Desde el punto de vista institucional, varias cosas se han hecho para revertir estas bajas cifras. En 2010 se promulgó la ley del “Donante Universal”, que estableció que todos somos automáticamente donantes a contar de los 18 años salvo que manifestemos nuestra intención contraria al momento de renovar la cédula de identidad o el carné de manejar. Sin embargo, esa ley produjo un efecto inesperado. Al asociar la pregunta sobre la voluntad de donación a trámites obligatorios donde no existe vinculación alguna con el tema, empezó a ocurrir que una cantidad de personas mayor a la esperada manifestó su voluntad de NO ser donante.

En gran medida, el declinar ser donante se debe a la falta de información, situación que la nueva ley no ha logrado revertir. Muchas cosas juegan en contra, desde convicciones religiosas y harto de mitología a la poca claridad para muchos sobre cuándo se produce la muerte. No pocos piensan que si eres donante, eso incentivaría a que, en caso de accidente, los médicos declinen salvarte para poder utilizar tus órganos. En este punto no hay que perderse ni un solo segundo. Al equipo de médicos que va a certificar la muerte, se le exige por ley la presencia de un neurólogo o un neurocirujano, a quien le tiene que constar que la persona no tenga ningún movimiento voluntario; que si ha estado con ventilación mecánica, una vez desconectada del ventilador no tenga respiración después de los tres minutos de desconexión, y la ausencia de reflejos troncoencefálicos. Dicho en simple, que exista muerte cerebral. No hay caso alguno en el mundo en que alguien reviva de esa muerte.

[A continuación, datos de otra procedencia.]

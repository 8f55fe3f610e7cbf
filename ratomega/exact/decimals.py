"""Exact numbers and balls as decimals with a rigorous radius: no digit is shown without a bound on its error.

Integer and rational arithmetic alone decides what is printed; a ball enters by its two ends.
"""

from __future__ import annotations

import math
from collections.abc import Sequence
from dataclasses import dataclass
from itertools import count

from flint import acb, arb, ctx, fmpq, fmpz

from ratomega.exact.balls import Ball, ball_of
from ratomega.exact.quadratic import Number, Quadratic
from ratomega.exact.rational import ZERO, Rational, decimal_text

__all__ = [
    "Decimals",
    "ball_decimals",
    "ball_power_sum",
    "decimal_value",
    "decimals",
    "enclosed",
    "size_bound",
    "upper_text",
]

RADIUS_DIGITS = 3
FIRST_BITS = 64


@dataclass(frozen=True, slots=True)
class Decimals:
    """Real and imaginary part in decimals; neither is off by more than ``radius``. "0" is exactly that."""

    real: str
    imaginary: str
    radius: str

    def __complex__(self) -> complex:
        return complex(float(self.real), float(self.imaginary))


def decimals(value: Number, digits: int) -> Decimals:
    """An exact number to ``digits`` significant digits, each part rounded correctly.

    >>> decimals(Rational(-2, 3), 5)
    Decimals(real='-0.66667', imaginary='0', radius='3.34e-06')
    >>> decimals(Quadratic(Rational(1, 2), Rational(1), -2), 5)
    Decimals(real='0.5', imaginary='1.4142', radius='0.0000136')
    """
    if not isinstance(value, Quadratic):
        return _together(_rounded(value, ZERO, 1, digits), ("0", ZERO))
    if value.d > 0:
        return _together(_rounded(value.x, value.y, value.d, digits), ("0", ZERO))
    return _together(_rounded(value.x, ZERO, 1, digits), _rounded(ZERO, value.y, -value.d, digits))


def ball_decimals(ball: Ball, digits: int) -> Decimals:
    """A ball to ``digits`` digits of its midpoint; the radius covers the whole ball. Raises ``ValueError`` for a ball
    without end.

    >>> ball_decimals(enclosed(Rational(1, 3), Rational(1, 1000), 64), 4)
    Decimals(real='0.3333', imaginary='0', radius='0.00104')
    """
    return _together(*(_between(*_ends(part), digits) for part in (ball.value.real, ball.value.imag)))


def _together(real: tuple[str, Rational], imaginary: tuple[str, Rational]) -> Decimals:
    return Decimals(real[0], imaginary[0], upper_text(max(real[1], imaginary[1])))


def _rounded(x: Rational, y: Rational, d: int, digits: int) -> tuple[str, Rational]:
    """x + y sqrt(d), d >= 1, and a bound on the error: the root is enclosed until both ends round to one text."""
    if y == 0 or d == 1:
        return _between(x + y, x + y, digits)
    bits = FIRST_BITS + 4 * digits
    while True:
        root = math.isqrt(d << (2 * bits))
        low, high = sorted(x + y * fmpq(n, fmpz(1) << bits) for n in (root, root + 1))
        if decimal_text(low, digits) == decimal_text(high, digits):
            return _between(low, high, digits)
        bits *= 2


def _between(low: Rational, high: Rational, digits: int) -> tuple[str, Rational]:
    """The middle in decimals, and how far the ends are from what is written."""
    text = decimal_text((low + high) / 2, digits)
    shown = decimal_value(text)
    return text, max(abs(low - shown), abs(high - shown))


def decimal_value(text: str) -> Rational:
    """The exact value of a decimal as ``decimal_text`` writes it, of any size.

    >>> decimal_value("-0.25"), decimal_value("1.5e+02")
    (-1/4, 150)
    """
    mantissa, _, exponent = text.partition("e")
    whole, _, rest = mantissa.partition(".")
    power = int(exponent or 0) - len(rest)
    digits = fmpq(fmpz(whole + rest))
    return digits * fmpz(10) ** power if power >= 0 else digits / fmpz(10) ** -power


def upper_text(size: Rational) -> str:
    """A size in few digits, rounded up.

    >>> upper_text(Rational(1, 3)), upper_text(Rational(1, 2)), upper_text(ZERO)
    ('0.334', '0.5', '0')
    """
    # A thousandth is no more than a unit of the last digit: some steps of it bring the next one.
    for step in count():
        text = decimal_text(size * fmpq(1000 + step, 1000), RADIUS_DIGITS)
        if decimal_value(text) >= size:
            return text
    raise AssertionError("unreachable")


def enclosed(value: Number, radius: Rational, bits: int) -> Ball:
    """The ball around an exact number. The radius holds for the real and, if there is one, the imaginary part."""
    middle = ball_of(value, bits)
    if radius == 0:
        return middle
    with ctx.workprec(bits):
        around = arb(-radius).union(arb(radius))
        imaginary = middle.value.imag
        wide = imaginary if imaginary.is_zero() else imaginary + around
        return Ball(acb(middle.value.real + around, wide), bits)


def ball_power_sum(values: Sequence[tuple[Number, Sequence[int]]], variables: Sequence[Ball]) -> Ball:
    """The sum of value * prod variable^exponent, in the precision of the variables."""
    bits = max(one.bits for one in variables)
    with ctx.workprec(bits):
        total = acb(0)
        for value, exponents in values:
            term = ball_of(value, bits).value
            for variable, exponent in zip(variables, exponents, strict=True):
                term *= variable.value**exponent
            total += term
        return Ball(total, bits)


def size_bound(ball: Ball) -> Rational:
    """An upper bound of the absolute value."""
    return _exactly(ball.value.abs_upper())


def _ends(part: arb) -> tuple[Rational, Rational]:
    """The two ends of a real ball as exact numbers."""
    if not part.is_finite():
        raise ValueError("this ball has no end")
    middle, radius = _exactly(part.mid()), _exactly(part.rad())
    return middle - radius, middle + radius


def _exactly(end: arb) -> Rational:
    """A ball without radius as the number that it is."""
    mantissa, exponent = (fmpz(x) for x in end.man_exp())
    return fmpq(mantissa << int(exponent)) if exponent >= 0 else fmpq(mantissa, fmpz(1) << int(-exponent))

Otro factor que ha operado en contra de un mayor aumento de trasplantes es el costo de mantener el cuerpo del donante en buenas condiciones. Hace un año el Ministerio de Salud creó la Coordinación Nacional de Trasplantes, que instaló en la mayoría de los hospitales un sistema permanente de gestión de donantes, lo cual asegura una mayor eficiencia en la pesquisa y en la utilización de los órganos donados. Sin embargo, todas estas iniciativas se topan siempre con un trámite inevitable: la decisión final sobre la posibilidad de donar un órgano la tiene la familia del posible donante. Si el tema no ha sido conversado con calma y tiempo, cuesta mucho que en medio del dolor, la familia decida autorizar una operación invasiva para que se le extraigan sus órganos.

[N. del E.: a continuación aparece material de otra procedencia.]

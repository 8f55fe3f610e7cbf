"""Exact truncated Laurent series in one small parameter.

A series is ``t^valuation * (c_0 + c_1 t + ...) + O(t^precision)``. The precision is data that travels with the series;
there is no global setting. Built on ``fmpq_poly`` because ``fmpq_series`` obeys a process-wide cap; coefficients of a
quadratic field make a pair of them (``QuadraticPoly``).

Canonical form: ``poly`` has a non-zero constant term, or is zero with ``valuation == precision``.
"""

from __future__ import annotations

from collections.abc import Iterable
from dataclasses import dataclass

from flint import fmpq_poly

from ratomega.errors import PrecisionError
from ratomega.exact.quadratic import Number
from ratomega.exact.quadratic_poly import Poly, low_product, poly_of
from ratomega.exact.rational import ZERO

__all__ = ["Laurent", "Sum", "total"]


@dataclass(frozen=True, slots=True, eq=False)
class Laurent:
    """An exact Laurent series known up to, not including, the power ``precision``.

    >>> x = Laurent.from_coefficients(-1, [1, 1], precision=3)      # 1/t + 1 + O(t^3)
    >>> (x * x).coefficient(-2), (x * x).precision
    (1, 2)
    >>> x.inverse().coefficients()
    {1: 1, 2: -1, 3: 1, 4: -1}
    """

    valuation: int
    poly: Poly
    precision: int

    @classmethod
    def make(cls, valuation: int, poly: Poly, precision: int) -> Laurent:
        """The checking constructor: truncates at ``precision`` and shifts out leading zeros."""
        if precision <= valuation:
            return cls(precision, fmpq_poly(), precision)
        if poly.length() > precision - valuation:
            poly = poly.truncate(precision - valuation)
        if poly.is_zero():
            return cls(precision, fmpq_poly(), precision)
        shift = 0
        while poly[shift] == 0:
            shift += 1
        return cls(valuation + shift, poly.right_shift(shift) if shift else poly, precision)

    @classmethod
    def from_coefficients(cls, valuation: int, coefficients: Iterable[Number | int], *, precision: int) -> Laurent:
        return cls.make(valuation, poly_of(coefficients), precision)

    @classmethod
    def constant(cls, value: Number | int, *, precision: int) -> Laurent:
        return cls.make(0, poly_of([value]), precision)

    @classmethod
    def zero(cls, *, precision: int) -> Laurent:
        return cls(precision, fmpq_poly(), precision)

    def is_zero(self) -> bool:
        """No non-zero coefficient is known (the series may differ from zero beyond its precision)."""
        return self.poly.is_zero()

    def coefficient(self, power: int) -> Number:
        """The coefficient of ``t**power``; ``PrecisionError`` when it is not known."""
        if power >= self.precision:
            raise PrecisionError(f"the coefficient of t^{power} is not known: the series stops at t^{self.precision}")
        return self.poly[power - self.valuation] if power >= self.valuation else ZERO

    def coefficients(self) -> dict[int, Number]:
        """The known non-zero coefficients, by power."""
        return {self.valuation + n: c for n, c in enumerate(self.poly.coeffs()) if c != 0}

    def truncated(self, precision: int) -> Laurent:
        return self if precision >= self.precision else Laurent.make(self.valuation, self.poly, precision)

    def shifted(self, power: int) -> Laurent:
        """The series times ``t**power``."""
        return Laurent(self.valuation + power, self.poly, self.precision + power)

    def __add__(self, other: Laurent) -> Laurent:
        low = min(self.valuation, other.valuation)
        left = self.poly if self.valuation == low else self.poly.left_shift(self.valuation - low)
        right = other.poly if other.valuation == low else other.poly.left_shift(other.valuation - low)
        return Laurent.make(low, left + right, min(self.precision, other.precision))

    def __neg__(self) -> Laurent:
        return Laurent(self.valuation, -self.poly, self.precision)

    def __sub__(self, other: Laurent) -> Laurent:
        return self + (-other)

    def __mul__(self, other: Laurent) -> Laurent:
        precision = min(self.precision + other.valuation, other.precision + self.valuation)
        valuation = self.valuation + other.valuation
        return Laurent.make(valuation, low_product(self.poly, other.poly, max(precision - valuation, 0)), precision)

    def scaled(self, factor: Number | int) -> Laurent:
        poly = low_product(self.poly, poly_of([factor]), self.poly.length())
        return Laurent.make(self.valuation, poly, self.precision)

    def inverse(self) -> Laurent:
        """1 / series; ``ZeroDivisionError`` when no non-zero coefficient is known. Quadratic in the length."""
        if self.is_zero():
            raise ZeroDivisionError("the series has no known non-zero coefficient")
        length = self.precision - self.valuation
        known: list[Number] = list(self.poly.coeffs())
        lead = known[0]
        result: list[Number] = [1 / lead]
        for n in range(1, length):
            total: Number = ZERO
            for k in range(1, min(n, len(known) - 1) + 1):
                total = total + known[k] * result[n - k]
            result.append(-total / lead)
        return Laurent.make(-self.valuation, poly_of(result), length - self.valuation)

    def __truediv__(self, other: Laurent) -> Laurent:
        return self * other.inverse()

    def agrees_with(self, other: Laurent) -> bool:
        """Equal as far as both are known (the precisions may differ)."""
        return (self - other).is_zero()

    def __eq__(self, other: object) -> bool:
        if not isinstance(other, Laurent):
            return NotImplemented
        return (self.valuation, self.precision) == (other.valuation, other.precision) and self.poly == other.poly

    def __hash__(self) -> int:
        return hash((self.valuation, self.precision, tuple(str(c) for c in self.poly.coeffs())))

    def __str__(self) -> str:
        terms = [f"{c}*t^{n}" for n, c in self.coefficients().items()]
        return " + ".join([*terms, f"O(t^{self.precision})"])


class Sum:
    """A sum of series that is put together term by term; those of equal valuation cost one addition of polynomials.

    ``series`` gives what was added so far, to ``precision`` at most and no further than any of the terms is known.

    >>> whole = Sum(precision=1)
    >>> for slope in (1, -1):
    ...     whole.add(Laurent.from_coefficients(-1, [slope, 2], precision=1))
    >>> whole.series().coefficients()
    {0: 4}
    """

    __slots__ = ("_polys", "precision")

    def __init__(self, *, precision: int) -> None:
        self.precision = precision
        self._polys: dict[int, Poly] = {}

    def add(self, one: Laurent) -> None:
        if one.precision < self.precision:
            self.precision = one.precision
        known = self._polys.get(one.valuation)
        self._polys[one.valuation] = one.poly if known is None else known + one.poly

    def series(self) -> Laurent:
        if not self._polys:
            return Laurent.zero(precision=self.precision)
        low = min(self._polys)
        poly: Poly = fmpq_poly()
        for valuation, part in self._polys.items():
            poly = part.left_shift(valuation - low) + poly
        return Laurent.make(low, poly, self.precision)


def total(series: Iterable[Laurent], *, precision: int) -> Laurent:
    """The sum of several series, to ``precision``."""
    result = Sum(precision=precision)
    for one in series:
        result.add(one)
    return result.series()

Es muy complejo imponer la solidaridad por ley. Depende de la voluntad y conciencia de cada uno. Es aquí donde radica la complejidad del ser humano. En una sociedad cada vez más individualista, cada quien vela por sus propios intereses. Cuando alguna historia de injusticia, caridad o desigualdad nos toca, nos ponemos siempre del lado del desvalido. Pero el apoyo es mucho más teórico que práctico. Ejemplos sobran y no hay que mirar muy lejos para encontrarlos. Ya han muerto 16 indigentes víctima de la última ola de frío que afectó al país. A todos nos conmovieron los casos. ¿A cuántos realmente nos motivó a salir a buscar a los desamparados que viven en las calles para brindarle cobijo, abrigo y alimentos? Se confía en el rol de la autoridad o en la solidaridad del otro. Es escaso e infrecuente que sea uno el que decida reaccionar frente al hecho.

Hemos discutido hasta la saciedad sobre lo precario del salario mínimo. Nadie cree realmente que se pueda vivir con los 182 mil pesos actuales. Sin embargo, ¿somos de los que estamos dispuestos a hacer un esfuerzo mayor para pagarle mejor a quienes trabajan para nosotros? Es fácil pedirle al otro que sea el que haga el esfuerzo. Cuesta mucho cuando la decisión se toma en primera persona. 

A Chile entero le dolió el caso de Trinidad. Ojalá la tengamos presente cuando tengamos que decidir sobre la donación de órganos. Lo mismo cuando haya que respetar la voluntad de un tercero. No esperemos que el milagro lo haga el otro. En historias como ésta, el milagro lo hacemos todos.